Start of Block

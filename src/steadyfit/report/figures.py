"""Figures (matplotlib; SVG and PDF) drawn from findings only.

Every figure reads in greyscale: black and grey marks, hollow markers, dashed
reference lines, a light-grey shaded band.  SVG output keeps text as text; PDF
output embeds its fonts as TrueType (Type 42).  Both are deterministic (fixed
ids, no timestamp), so two runs give the same bytes.

Each figure is laid out once, before anything is drawn: its panels' margins
come from the measured size of the tick labels, axis labels and titles (the
text metrics the SVG renderer itself uses), and every mark is then placed
directly on the figure in its panel's coordinates (a panel is a transform, not
a matplotlib ``Axes``: the few marks a figure shows, without the hundred
invisible helpers an ``Axes`` makes).  A figure is then only drawn, once per
format asked for.  Large samples draw their markers as an image inside the
vector figure (see ``RASTER_ABOVE``).  ``all_figures`` draws the figures of a
run on two cores or more when there are enough of them (forked processes; the
output is byte-identical to the serial path, which remains for few figures, one
core, or where fork is unavailable).

matplotlib is imported inside functions only, so ``steadyfit --help`` stays fast.
"""

from __future__ import annotations

import contextlib
import functools
import io
import os
import pickle
import re
import sys
import threading
import warnings
from collections.abc import Callable, Iterator, Sequence
from dataclasses import dataclass, field
from typing import Any

import numpy as np

from ..findings import EquationFindings, Findings
from ..labels import quantity_label, signed

FORMATS = ("svg", "pdf")

# A scatter with more points than this draws its markers as an image inside the vector
# figure; axes, text and lines stay vector.  Common practice: beyond a few thousand markers
# an image is smaller and quicker to display than one vector shape per point.  The image's
# resolution: screen quality in the SVG (inlined in the HTML report), print quality in the PDF.
RASTER_ABOVE = 2000
RASTER_DPI = {"svg": 150, "pdf": 300}

# draw in parallel (forked processes) from this many figures on, given two cores or more;
# measured on the demo: a fork costs about what one or two figures take to draw
PARALLEL_FROM = 5

_STYLE: dict[Any, Any] = {
    "svg.fonttype": "none",
    "svg.hashsalt": "steadyfit",
    "pdf.fonttype": 42,
    "font.family": "DejaVu Sans",
    "font.size": 9,
    # economy and column names are drawn as plain text: '$' never starts mathematics
    "text.parse_math": False,
}

# geometry, in points (1/72 inch)
_FONT = 9.0  # tick labels, axis labels, panel titles
_SUPTITLE = 10.0  # the figure's title
_NAME = 7.0  # names of economies beside their markers
_EDGE = 6.0  # blank border of the figure
_GAP = 14.0  # between two panels of a row
_TICK = 3.5  # tick length
_TICK_PAD = 3.5  # between a tick and its label
_LABEL_PAD = 4.0  # between tick labels and the axis label
_TITLE_PAD = 6.0  # between a panel and its title
_SPINE = 0.8  # line width of the axes and ticks
_LINE = 1.2  # line spacing
_MARGIN = 0.05  # data limits: this fraction of the data's range added on each side
_NBINS = 4  # at most about this many intervals between ticks
_SPARE = 0.06  # measured text widths are taken this much wider
_ROW_LABEL = 230.0  # widest row label of the share chart before it wraps
_MIN_PANEL = 100.0  # narrowest panel


@dataclass(frozen=True)
class Figure:
    key: str  # file stem under figures/
    title: str
    caption: str
    svg: str  # the <svg> element alone, ready to inline ("" when SVG was not asked for)
    pdf: bytes | None = None  # the PDF file, when asked for

    def __repr__(self) -> str:
        kinds = [k for k, v in (("svg", self.svg), ("pdf", self.pdf)) if v]
        return f"Figure({self.key}: {self.title}; {', '.join(kinds) or 'nothing drawn'})"


# --- text metrics, ticks and limits -----------------------------------------------------


def _size(text: str, size: float) -> tuple[float, float]:
    """Width and height in points of ``text`` (lines split at newlines) at ``size`` points."""
    if not text:
        return 0.0, 0.0
    lines = text.split("\n")
    width = max(_line_width(line, size) for line in lines)
    return width, size * (1.0 + _LINE * (len(lines) - 1)) + 0.25 * size


@functools.lru_cache(maxsize=4096)
def _line_width(line: str, size: float) -> float:
    """The width of one line of text, from the metrics the SVG renderer lays text out with,
    with ``_SPARE`` added (hinted rendering and a viewer's fallback font run wider)."""
    from matplotlib.font_manager import FontProperties
    from matplotlib.textpath import text_to_path

    prop = FontProperties(family=_STYLE["font.family"], size=size)
    width = float(text_to_path.get_text_width_height_descent(line, prop, False)[0])
    return width * (1.0 + _SPARE)


def _wrap(text: str, size: float, width: float) -> str:
    """``text`` broken at spaces into lines no wider than ``width`` points (where possible)."""
    if _size(text, size)[0] <= width:
        return text
    out: list[str] = []
    for para in text.split("\n"):
        line = ""
        for word in para.split(" "):
            trial = f"{line} {word}" if line else word
            if line and _line_width(trial, size) > width:
                out.append(line)
                line = word
            else:
                line = trial
        out.append(line)
    return "\n".join(out)


def _limits(*arrays: Any) -> tuple[float, float]:
    """The data range of the arrays, widened by ``_MARGIN`` on each side."""
    values = np.concatenate([np.ravel(np.asarray(a, dtype=float)) for a in arrays])
    values = values[np.isfinite(values)]
    if values.size == 0:
        return 0.0, 1.0
    lo, hi = float(values.min()), float(values.max())
    if hi - lo <= 1e-12 * max(1.0, abs(lo), abs(hi)):
        pad = 0.5 if lo == 0 else 0.05 * abs(lo)
        return lo - pad, hi + pad
    pad = _MARGIN * (hi - lo)
    return lo - pad, hi + pad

End of Block

Would you show every line in the data above that contains the string "matplotlib"?

Result for this task -
"""Figures (matplotlib; SVG and PDF) drawn from findings only.
a matplotlib ``Axes``: the few marks a figure shows, without the hundred
matplotlib is imported inside functions only, so ``steadyfit --help`` stays fast.
    from matplotlib.font_manager import FontProperties
    from matplotlib.textpath import text_to_path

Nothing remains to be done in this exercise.